Entries taken from a collection:

•••

import { visitEntries } from './entries.ts'
import type { Evaluation, Subject } from './evaluation.ts'
import { createFindingWriter, type FindingWriter } from './finding-writer.ts'
import { createJudge, type Judge, type JudgementOptions } from './judgement.ts'
import type { Finding } from './model.ts'

/** One finding that an edit moves; absent where it was not, or is no longer, measured. */
export interface Consequence {
  readonly identity: string
  readonly before?: Finding
  readonly after?: Finding
  /** Whether the edit makes it a breach, or makes a breach pass. */
  readonly newly: 'breaching' | 'passing' | null
}

interface Side {
  readonly evaluation: Evaluation
  readonly judge: Judge
  readonly write: FindingWriter
}

function toSide(evaluation: Evaluation, options: JudgementOptions): Side {
  const judge = createJudge(evaluation, options)
  return { evaluation, judge, write: createFindingWriter(evaluation) }
}

function subjectKey(subject: Subject): string {
  return JSON.stringify([subject.kind, subject.foreground, subject.background])
}

/** Subjects of both evaluations, matched by what they are about. */
function* matchedSubjects(
  before: Evaluation,
  after: Evaluation,
): Generator<readonly [Subject | undefined, Subject | undefined]> {
  if (before.subjects === after.subjects) {
    for (const subject of before.subjects) yield [subject, subject]
    return
  }
  const rest = new Map(before.subjects.map((subject) => [subjectKey(subject), subject]))
  for (const subject of after.subjects) {
    const key = subjectKey(subject)
    yield [rest.get(key), subject]
    rest.delete(key)
  }
  for (const subject of rest.values()) yield [subject, undefined]
}

function isSameBytes(first: Uint8Array | undefined, second: Uint8Array | undefined): boolean {
  if (first === second) return true
  return first !== undefined && second !== undefined && first.join() === second.join()
}

/** Groups in which a different set of places is met now. */
function movedGroups(before: Evaluation, after: Evaluation): Set<string> {
  if (before.anyOf === after.anyOf) return new Set()
  const names = new Set([...before.anyOf.keys(), ...after.anyOf.keys()])
  return new Set(
    [...names].filter((name) => !isSameBytes(before.anyOf.get(name), after.anyOf.get(name))),
  )
}

/** The subjects of a measurement that is not the same on both sides, where all else is. */
function* remeasuredSubjects(before: Evaluation, after: Evaluation): Generator<Subject> {
  const seen = new Set<number>()
  for (let at = 0; at < after.measures.length; at++) {
    if (before.measures[at] === after.measures[at]) continue
    const subject = after.subjectOf[at]!
    if (seen.has(subject)) continue
    seen.add(subject)
    yield after.subjects[subject]!
  }
}

/** Whether a theme's findings can differ though nothing measured does. */
function areThemesSame(before: Evaluation, after: Evaluation): boolean {
  return before.resolved.model.themes === after.resolved.model.themes
}

/** Whether both sides share every measurement of a subject, and no group of theirs moved. */
function isUntouched(
  sides: { readonly before: Side; readonly after: Side },
  [earlier, later]: readonly [Subject | undefined, Subject | undefined],
  moved: ReadonlySet<string>,
): boolean {
  if (earlier === undefined || later === undefined) return false
  if (earlier.members.length !== later.members.length) return false
  for (let at = 0; at < earlier.members.length; at++) {
    const measure = sides.before.evaluation.measures[earlier.members[at]!]!
    if (measure !== sides.after.evaluation.measures[later.members[at]!]) return false
    if (measure.pair.anyOf !== undefined && moved.has(measure.pair.anyOf)) return false
  }
  return true
}

function findingsOf(side: Side, subject: Subject | undefined): Map<string, Finding> {
  const findings = new Map<string, Finding>()
  if (subject === undefined) return findings
  visitEntries(side.evaluation, subject, side.judge, (measure, row, judgement, merged) => {
    const finding = side.write(measure, row, judgement, merged?.declared)
    findings.set(finding.identity, finding)
  })
  return findings
}

function isMoved(before: Finding | undefined, after: Finding | undefined): boolean {
  if (before === undefined || after === undefined) return true
  return (
    before.ratio !== after.ratio ||
    before.required !== after.required ||
    before.outcome !== after.outcome ||
    before.basis !== after.basis ||
    before.gating !== after.gating ||
    before.waiver?.id !== after.waiver?.id
  )
}

function newlyOf(before: Finding | undefined, after: Finding | undefined): Consequence['newly'] {
  if (after?.outcome === 'breach') return before?.outcome === 'breach' ? null : 'breaching'
  return before?.outcome === 'breach' && after?.outcome === 'pass' ? 'passing' : null
}

function compareSubject(
  sides: { readonly before: Side; readonly after: Side },
  [earlier, later]: readonly [Subject | undefined, Subject | undefined],
): Consequence[] {
  const before = findingsOf(sides.before, earlier)
  const after = findingsOf(sides.after, later)
  const consequences: Consequence[] = []
  for (const identity of new Set([...before.keys(), ...after.keys()])) {
    const first = before.get(identity)
    const second = after.get(identity)
    if (!isMoved(first, second)) continue
    consequences.push({
      identity,
      ...(first ? { before: first } : {}),
      ...(second ? { after: second } : {}),
      newly: newlyOf(first, second),
    })
  }
  return consequences
}

const ORDER = ['breaching', 'passing', null] as const

function reach({ after, before }: Consequence): number {
  const finding = after ?? before!
  return finding.required === 0 ? Number.MAX_VALUE : finding.ratio / finding.required
}

/**
 * Every finding that moved between two evaluations of one system: newly breaching first, then newly passing,
 * then the rest, and among them the one furthest short of its requirement first. What both share costs nothing.
 */
export function consequences(
  before: Evaluation,
  after: Evaluation,
  options: JudgementOptions = {},
): Consequence[] {
  const sides = {
    before: toSide(before, options),
    after: toSide(after, options),
  }
  const moved = movedGroups(before, after)
  const canSkip = areThemesSame(before, after)
  const found: Consequence[] = []
  if (canSkip && before.subjects === after.subjects && moved.size === 0) {
    for (const subject of remeasuredSubjects(before, after)) {
      found.push(...compareSubject(sides, [subject, subject]))
    }
  } else {
    for (const pair of matchedSubjects(before, after)) {
      if (canSkip && isUntouched(sides, pair, moved)) continue
      found.push(...compareSubject(sides, pair))
    }
  }
  return found.toSorted(
    (a, b) => ORDER.indexOf(a.newly) - ORDER.indexOf(b.newly) || reach(a) - reach(b),
  )
}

•••

(HOW TO COMPLETE THIS TASK):
Without changing anything, quote the lines from the top of the data to the line that contains "readonly after?: Finding", including that line.

(ANSWER SPACE):
import { visitEntries } from './entries.ts'
import type { Evaluation, Subject } from './evaluation.ts'
import { createFindingWriter, type FindingWriter } from './finding-writer.ts'
import { createJudge, type Judge, type JudgementOptions } from './judgement.ts'
import type { Finding } from './model.ts'

/** One finding that an edit moves; absent where it was not, or is no longer, measured. */
export interface Consequence {
  readonly identity: string
  readonly before?: Finding
  readonly after?: Finding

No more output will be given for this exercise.